* **ASSIGNMENT**
Each line from the start of the entries through the line that contains "const cv = times.map((t, i)" should be output exactly, please.

* **RAW DATA**
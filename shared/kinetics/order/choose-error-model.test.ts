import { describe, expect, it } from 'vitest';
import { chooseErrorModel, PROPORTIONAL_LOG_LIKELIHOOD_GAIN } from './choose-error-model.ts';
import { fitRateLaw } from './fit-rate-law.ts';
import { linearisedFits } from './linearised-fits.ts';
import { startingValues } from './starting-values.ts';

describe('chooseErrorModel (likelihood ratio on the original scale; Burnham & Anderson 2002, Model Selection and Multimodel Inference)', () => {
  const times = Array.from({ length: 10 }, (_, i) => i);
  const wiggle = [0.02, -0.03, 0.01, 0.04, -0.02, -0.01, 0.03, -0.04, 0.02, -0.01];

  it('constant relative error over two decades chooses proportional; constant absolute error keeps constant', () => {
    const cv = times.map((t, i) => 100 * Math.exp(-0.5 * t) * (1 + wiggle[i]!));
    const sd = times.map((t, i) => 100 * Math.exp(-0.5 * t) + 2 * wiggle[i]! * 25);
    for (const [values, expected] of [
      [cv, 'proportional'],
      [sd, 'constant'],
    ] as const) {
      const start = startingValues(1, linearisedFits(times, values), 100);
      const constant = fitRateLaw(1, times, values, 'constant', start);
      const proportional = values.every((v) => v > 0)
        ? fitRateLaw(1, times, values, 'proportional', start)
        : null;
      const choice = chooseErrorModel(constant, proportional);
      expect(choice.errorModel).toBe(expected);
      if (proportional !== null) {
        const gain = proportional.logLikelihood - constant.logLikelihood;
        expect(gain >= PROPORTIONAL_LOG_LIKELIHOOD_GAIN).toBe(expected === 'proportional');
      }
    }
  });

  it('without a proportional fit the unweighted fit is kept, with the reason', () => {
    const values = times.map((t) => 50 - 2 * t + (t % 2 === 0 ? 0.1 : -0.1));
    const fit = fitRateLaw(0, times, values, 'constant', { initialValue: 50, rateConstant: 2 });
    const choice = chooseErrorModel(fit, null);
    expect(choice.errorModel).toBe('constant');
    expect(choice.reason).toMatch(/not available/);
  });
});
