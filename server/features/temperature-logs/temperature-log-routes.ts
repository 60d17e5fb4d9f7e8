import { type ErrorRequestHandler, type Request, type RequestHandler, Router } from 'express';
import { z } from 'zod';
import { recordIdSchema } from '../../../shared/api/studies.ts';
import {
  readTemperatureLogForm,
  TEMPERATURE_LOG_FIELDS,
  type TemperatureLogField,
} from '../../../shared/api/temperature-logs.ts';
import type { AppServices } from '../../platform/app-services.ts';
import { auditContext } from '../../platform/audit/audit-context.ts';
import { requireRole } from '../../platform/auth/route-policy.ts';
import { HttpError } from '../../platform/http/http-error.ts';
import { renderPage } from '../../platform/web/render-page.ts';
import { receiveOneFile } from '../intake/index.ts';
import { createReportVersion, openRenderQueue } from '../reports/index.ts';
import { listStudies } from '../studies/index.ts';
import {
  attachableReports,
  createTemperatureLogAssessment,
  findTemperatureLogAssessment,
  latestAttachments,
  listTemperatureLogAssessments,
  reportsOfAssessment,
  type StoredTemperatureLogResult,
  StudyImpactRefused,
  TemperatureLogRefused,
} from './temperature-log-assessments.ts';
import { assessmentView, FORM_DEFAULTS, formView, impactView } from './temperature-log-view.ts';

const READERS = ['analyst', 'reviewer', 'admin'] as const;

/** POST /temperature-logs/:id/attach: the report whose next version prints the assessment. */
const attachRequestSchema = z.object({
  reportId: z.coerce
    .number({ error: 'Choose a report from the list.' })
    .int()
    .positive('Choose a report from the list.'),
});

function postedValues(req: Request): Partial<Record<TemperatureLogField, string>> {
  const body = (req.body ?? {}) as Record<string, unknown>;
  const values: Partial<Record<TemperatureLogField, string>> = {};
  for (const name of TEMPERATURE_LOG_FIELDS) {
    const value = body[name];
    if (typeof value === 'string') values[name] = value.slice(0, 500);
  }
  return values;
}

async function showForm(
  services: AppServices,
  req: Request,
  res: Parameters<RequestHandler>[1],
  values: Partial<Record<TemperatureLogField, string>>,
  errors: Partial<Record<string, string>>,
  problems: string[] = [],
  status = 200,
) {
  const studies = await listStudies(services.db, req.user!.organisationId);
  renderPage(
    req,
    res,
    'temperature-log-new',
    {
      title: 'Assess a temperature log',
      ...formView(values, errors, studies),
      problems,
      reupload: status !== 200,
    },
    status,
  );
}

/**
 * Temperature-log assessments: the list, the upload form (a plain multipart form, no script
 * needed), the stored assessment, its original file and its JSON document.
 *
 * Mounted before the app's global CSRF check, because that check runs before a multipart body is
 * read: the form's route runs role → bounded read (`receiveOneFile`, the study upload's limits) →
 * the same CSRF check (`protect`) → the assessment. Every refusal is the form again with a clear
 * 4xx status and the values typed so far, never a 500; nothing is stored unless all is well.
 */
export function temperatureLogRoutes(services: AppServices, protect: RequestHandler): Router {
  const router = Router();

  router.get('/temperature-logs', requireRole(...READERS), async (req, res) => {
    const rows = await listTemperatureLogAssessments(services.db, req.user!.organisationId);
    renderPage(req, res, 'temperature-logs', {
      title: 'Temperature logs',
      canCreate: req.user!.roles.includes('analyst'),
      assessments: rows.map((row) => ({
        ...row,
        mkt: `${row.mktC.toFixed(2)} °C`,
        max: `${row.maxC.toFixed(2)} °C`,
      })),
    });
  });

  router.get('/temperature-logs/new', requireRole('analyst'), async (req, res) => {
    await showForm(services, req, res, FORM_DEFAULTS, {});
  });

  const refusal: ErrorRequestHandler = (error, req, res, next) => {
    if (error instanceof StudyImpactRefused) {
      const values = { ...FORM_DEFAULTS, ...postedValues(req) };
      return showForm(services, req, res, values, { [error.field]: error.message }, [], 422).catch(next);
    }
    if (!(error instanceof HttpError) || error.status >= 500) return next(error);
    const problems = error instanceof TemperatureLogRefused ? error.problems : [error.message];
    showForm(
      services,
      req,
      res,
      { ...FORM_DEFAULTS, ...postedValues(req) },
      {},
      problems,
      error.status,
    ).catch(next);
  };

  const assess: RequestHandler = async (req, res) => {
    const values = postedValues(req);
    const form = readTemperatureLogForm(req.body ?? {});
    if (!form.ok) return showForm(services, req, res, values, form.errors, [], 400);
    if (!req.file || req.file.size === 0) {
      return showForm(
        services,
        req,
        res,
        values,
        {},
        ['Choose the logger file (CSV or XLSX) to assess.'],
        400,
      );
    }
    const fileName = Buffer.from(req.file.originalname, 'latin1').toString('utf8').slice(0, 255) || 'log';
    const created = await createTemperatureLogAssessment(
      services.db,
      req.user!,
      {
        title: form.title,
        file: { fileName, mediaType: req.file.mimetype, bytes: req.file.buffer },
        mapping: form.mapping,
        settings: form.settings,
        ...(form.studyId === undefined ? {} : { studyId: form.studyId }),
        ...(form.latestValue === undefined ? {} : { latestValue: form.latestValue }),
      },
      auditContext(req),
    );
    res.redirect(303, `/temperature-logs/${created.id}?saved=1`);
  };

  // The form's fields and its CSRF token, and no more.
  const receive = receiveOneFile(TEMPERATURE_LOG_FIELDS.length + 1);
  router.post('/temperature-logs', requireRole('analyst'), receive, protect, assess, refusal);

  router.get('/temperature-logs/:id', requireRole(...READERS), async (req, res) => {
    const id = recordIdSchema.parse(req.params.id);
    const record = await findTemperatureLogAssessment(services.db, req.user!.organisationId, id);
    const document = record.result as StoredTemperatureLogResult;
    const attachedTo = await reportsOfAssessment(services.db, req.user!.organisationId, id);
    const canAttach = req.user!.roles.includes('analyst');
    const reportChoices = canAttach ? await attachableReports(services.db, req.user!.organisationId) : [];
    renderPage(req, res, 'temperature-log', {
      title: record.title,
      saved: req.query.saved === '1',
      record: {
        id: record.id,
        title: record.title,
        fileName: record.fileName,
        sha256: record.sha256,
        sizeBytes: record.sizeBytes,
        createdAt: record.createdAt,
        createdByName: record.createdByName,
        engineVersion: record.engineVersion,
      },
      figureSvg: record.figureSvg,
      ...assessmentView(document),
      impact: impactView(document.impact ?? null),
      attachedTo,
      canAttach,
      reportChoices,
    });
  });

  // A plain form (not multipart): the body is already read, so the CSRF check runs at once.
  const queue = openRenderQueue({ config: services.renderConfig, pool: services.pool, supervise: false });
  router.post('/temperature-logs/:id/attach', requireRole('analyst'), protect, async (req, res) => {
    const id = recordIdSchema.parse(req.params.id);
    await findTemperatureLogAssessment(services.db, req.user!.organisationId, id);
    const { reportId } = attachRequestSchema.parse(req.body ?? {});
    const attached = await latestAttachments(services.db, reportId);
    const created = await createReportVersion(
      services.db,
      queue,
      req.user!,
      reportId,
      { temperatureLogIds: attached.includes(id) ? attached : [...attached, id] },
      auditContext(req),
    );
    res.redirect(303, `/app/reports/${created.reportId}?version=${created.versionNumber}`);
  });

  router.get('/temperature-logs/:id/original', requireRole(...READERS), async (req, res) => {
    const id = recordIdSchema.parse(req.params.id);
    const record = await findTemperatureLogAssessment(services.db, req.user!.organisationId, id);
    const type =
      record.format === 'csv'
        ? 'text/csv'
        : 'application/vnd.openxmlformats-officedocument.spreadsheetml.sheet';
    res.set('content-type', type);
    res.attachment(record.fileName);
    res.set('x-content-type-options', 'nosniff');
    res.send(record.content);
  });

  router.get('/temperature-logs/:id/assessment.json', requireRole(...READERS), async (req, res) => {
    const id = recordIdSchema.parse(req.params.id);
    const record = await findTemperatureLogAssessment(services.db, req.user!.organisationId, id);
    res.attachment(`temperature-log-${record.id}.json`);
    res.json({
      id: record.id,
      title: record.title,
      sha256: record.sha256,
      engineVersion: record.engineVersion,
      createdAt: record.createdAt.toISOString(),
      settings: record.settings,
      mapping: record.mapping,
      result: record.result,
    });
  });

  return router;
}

* **WRITTEN ANSWER**
filename shared/kinetics/order/choose-error-model.test.ts
import { describe, expect, it } from 'vitest';
import { chooseErrorModel, PROPORTIONAL_LOG_LIKELIHOOD_GAIN } from './choose-error-model.ts';
import { fitRateLaw } from './fit-rate-law.ts';
import { linearisedFits } from './linearised-fits.ts';
import { startingValues } from './starting-values.ts';

describe('chooseErrorModel (likelihood ratio on the original scale; Burnham & Anderson 2002, Model Selection and Multimodel Inference)', () => {
  const times = Array.from({ length: 10 }, (_, i) => i);
  const wiggle = [0.02, -0.03, 0.01, 0.04, -0.02, -0.01, 0.03, -0.04, 0.02, -0.01];

  it('constant relative error over two decades chooses proportional; constant absolute error keeps constant', () => {
    const cv = times.map((t, i) => 100 * Math.exp(-0.5 * t) * (1 + wiggle[i]!));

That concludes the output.